O valor secreto da nossa flora
O paradoxo
Há plantas da nossa flora autóctone que sobrevivem à beira do abismo. Quase sempre discretas, agarram-se a ravinas, espreitam nas margens dos rios ou persistem no cimo de montanhas frias.
E, no entanto, basta atravessar fronteiras para as encontrarmos por todo o lado: em hortos e jardins, em parques urbanos, e até como invasoras difíceis de controlar.
A adelfeira (Rhododendron ponticum subsp. baeticum), também chamada loendro (não confundir com Nerium oleander), é um bom exemplo. Esta relíquia da Laurissilva continental tem a sua maior população na Serra do Caramulo, na Reserva Botânica de Cambarinho. Vive encurralada entre eucaliptais, como num anel combustível onde basta uma faísca para arder tudo e desaparecer para sempre.

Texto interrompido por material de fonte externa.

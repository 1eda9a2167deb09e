import { describe, expect, it } from 'vitest';
import { packageSection } from '../../../src/lib/components/package-section';
import { packagePresets } from '../../../src/lib/scenario/presets';
import { toTracePackage } from '../../../src/lib/scenario/resolve';
import { packageScene } from '../../../src/lib/trace/package-scene';
import type { PhosphorRegion } from '../../../src/lib/trace/package-phosphor';
import type { TracePackage } from '../../../src/lib/trace/package-spec';
import { phosphorSummary } from '../../../src/lib/trace/phosphor-summary';
import { traceSync } from '../../../src/lib/trace/trace';
import { libraryPhosphor, withPhosphor } from '../../../src/lib/trace/white-light';

const [demoScenario, cupScenario] = packagePresets().map((p) => p.scenario);
const dome = toTracePackage(demoScenario);
const cup = toTracePackage(cupScenario);
const cupDome: TracePackage = { ...cup, body: { ...(cup.body as Extract<TracePackage['body'], { kind: 'cup' }>), fill: 'dome' }, encapsulant: { ...cup.encapsulant, radiusMm: 1.4, heightMm: 1.0 } };
const cylinder: TracePackage = { ...dome, encapsulant: { ...dome.encapsulant, shape: 'cylinder', radiusMm: 1.5, heightMm: 1.0 } };
const yellow = libraryPhosphor('garnet-yellow');

/** Every region in each body it fits, with a thickness that fits. */
const CASES: [string, TracePackage, PhosphorRegion, number][] = [
  ['conformal on the flat base under a dome', dome, 'conformal', 0.08],
  ['conformal in a flat-filled cup', cup, 'conformal', 0.08],
  ['remote shell under a dome', dome, 'remote', 0.2],
  ['remote shell under a dome on a cup', cupDome, 'remote', 0.15],
  ['remote plate at the top of a flat-filled cup', cup, 'remote', 0.2],
  ['remote plate at the top of a cylinder', cylinder, 'remote', 0.2],
  ['floor layer in a flat-filled cup', cup, 'floor', 0.08],
  ['floor layer under a cylinder', cylinder, 'floor', 0.08]
];

const particles = (pkg: TracePackage, region: PhosphorRegion, thicknessMm: number, weightPercent = 40) =>
  withPhosphor(pkg, { kind: 'particles', phosphor: yellow, weightPercent, diameterUm: 12, region, thicknessMm }, [[450, 1]]);
/** An index-matched layer of nothing (μs = μa = 0): only the region's surfaces, no particles. */
const clearLayer = (pkg: TracePackage, region: PhosphorRegion, thicknessMm: number) =>
  withPhosphor(pkg, { kind: 'table', coefficients: [[300, 0, 0, 0]], emission: [[550, 1]], quantumYield: 1, region, thicknessMm }, [[450, 1]]);

describe('phosphor regions: layers of the encapsulant material as scene media', () => {
  it.each(CASES)('%s: every ray ends in one named bin, no geometry error, the phosphor heat is booked to the layer', (_, pkg, region, T) => {
    const rays = 4000;
    const tally = traceSync(particles(pkg, region, T), { rays, seed: 7, maxEvents: 10000 });
    expect(Object.values(tally.parts).reduce((a, b) => a + b, 0)).toBe(rays);
    expect(tally.geometryErrors).toBe(0);
    expect(tally.parts[`phosphor:${region} phosphor`]).toBeGreaterThan(0);
    expect(tally.parts['phosphor:encapsulant']).toBeUndefined();
    const w = phosphorSummary(tally)!;
    expect(w.escapedConverted).toBeGreaterThan(0);
    expect(w.escapedBlue + w.escapedConverted).toBeCloseTo(tally.escaped / rays, 12);
  });

  it.each(CASES)('%s: an index-matched layer without particles changes nothing — the extraction equals the clear package within 4 σ of the difference', (_, pkg, region, T) => {
    const rays = 20000;
    const clear = traceSync(pkg, { rays, seed: 3 });
    const layered = traceSync(clearLayer(pkg, region, T), { rays, seed: 5 });
    expect(layered.geometryErrors).toBe(0);
    const p1 = clear.escaped / rays;
    const p2 = layered.escaped / rays;
    const sigma = Math.sqrt((p1 * (1 - p1) + p2 * (1 - p2)) / rays);
    expect(Math.abs(p1 - p2)).toBeLessThan(4 * sigma);
  });

  it('remote shell, pure absorber: a point source at the centre of a hemisphere on a black base escapes ½·exp(−μa·T)·(1 − R0), R0 = ((1.5 − 1)/(1.5 + 1))² (Beer–Lambert along the radius, Fresnel at normal incidence; Born & Wolf, Principles of Optics, §1.5 and §14.1) within 4 σ', () => {
    const muA = 2;
    const T = 0.2;
    const pkg: TracePackage = {
      chip: { widthMm: 0.02, lengthMm: 0.02, heightMm: 0.02, n: 1.5, absorptionPerMm: 0, emission: 'plane' },
      base: { kind: 'reflectance', reflectance: 0 },
      encapsulant: { shape: 'dome', radiusMm: 2, heightMm: 2, n: 1.5, absorptionPerMm: 0 },
      outsideN: 1,
      polarization: 'average',
      phosphor: { region: 'remote', thicknessMm: T, coefficients: [[300, 0, muA, 0]], emission: [[550, 1]], quantumYield: 0, chipSpectrum: [[450, 1]] }
    };
    const rays = 40000;
    const tally = traceSync(pkg, { rays, seed: 9 });
    const expected = 0.5 * Math.exp(-muA * T) * (1 - 0.04);
    const p = tally.escaped / rays;
    expect(Math.abs(p - expected)).toBeLessThan(4 * Math.sqrt((expected * (1 - expected)) / rays));
    expect(tally.parts['phosphor:remote phosphor']).toBeGreaterThan(0);
  });

  it('the conformal layer shares the chip faces: the chip top and sides are one surface each, with the chip behind and the layer in front', () => {
    const scene = packageScene(particles(dome, 'conformal', 0.08));
    for (const name of ['chip top', 'chip +x', 'chip −x', 'chip +y', 'chip −y']) {
      const faces = scene.surfaces.filter((s) => s.name === name);
      expect(faces).toHaveLength(1);
      expect(faces[0]).toMatchObject({ front: 'conformal phosphor', behind: 'chip' });
    }
    const top = scene.surfaces.find((s) => s.name === 'conformal phosphor top')!;
    expect(top.shape).toMatchObject({ kind: 'rect', at: 0.15 + 0.08, uMax: 0.5 + 0.08 });
  });

  it('the section drawing shows each layer as a region of its own with the phosphor fill, and says so in the legend', () => {
    for (const [, pkg, region, T] of CASES) {
      const s = packageSection(packageScene(particles(pkg, region, T)));
      const layer = s.regions.filter((r) => r.medium === `${region} phosphor`);
      expect(layer.length).toBeGreaterThan(0);
      expect(layer.every((r) => r.role === 'phosphor')).toBe(true);
      expect(s.media.find((m) => m.name === `${region} phosphor`)!.text).toMatch(/holds the phosphor/);
      expect(s.regions.some((r) => r.medium === 'encapsulant' && r.role === 'encapsulant')).toBe(true);
    }
    // the conformal shell: the box (w + 2T) × (H + T), drawn before the chip so the chip shows over it
    const s = packageSection(packageScene(particles(dome, 'conformal', 0.08)));
    const i = s.regions.findIndex((r) => r.medium === 'conformal phosphor');
    expect(s.regions[i].d).toMatch(/-0\.58/);
    expect(i).toBeLessThan(s.regions.findIndex((r) => r.medium === 'chip'));
  });
});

E, no Reino Unido, o congénere hibridado transformou-se numa das piores invasoras, cobrindo encostas inteiras sem pedir licença — a ponto de ser proibido por lei. Na minha opinião, esta espécie poderia ser uma estrela dos jardins portugueses, desde que em solos ácidos, que são o seu palco preferido.
O alho-dos-ursos (Allium ursinum), contado a escassas dezenas no Nordeste português, é abundante na Europa Central, onde cobre bosques inteiros. Em Trás-os-Montes, resiste numa única encosta com pouco mais de cem plantas; na Suíça ou na Alemanha é tão vulgar que se vende fresco nos mercados, ao lado das hortelãs e dos coentros, para sopas e pestos primaveris.
O buxo (Buxus sempervirens), reduzido a pequenas manchas nos vales do Douro, está cada vez mais ameaçado pela perda de habitat — barragens, alterações do uso do solo, incêndios — e, mais recentemente, pela praga asiática Cydalima perspectalis. Nos jardins formais da Europa, porém, continua a ser o rei da topiária, aparado em sebes geométricas que parecem esculturas vivas.
O pinheiro-baboso (Drosophyllum lusitanicum), ou erva-pinheira-orvalhada, é uma das nossas joias botânicas. Endemismo ibérico vulnerável, prefere solos pobres e secos, liberta perfume de mel e captura insetos em folhas pegajosas. Em Portugal, vivem menos de 2 500 indivíduos. Já na Austrália ou no Reino Unido é estrela de coleções privadas e públicas de plantas carnívoras, com sementes e plantas à venda na internet.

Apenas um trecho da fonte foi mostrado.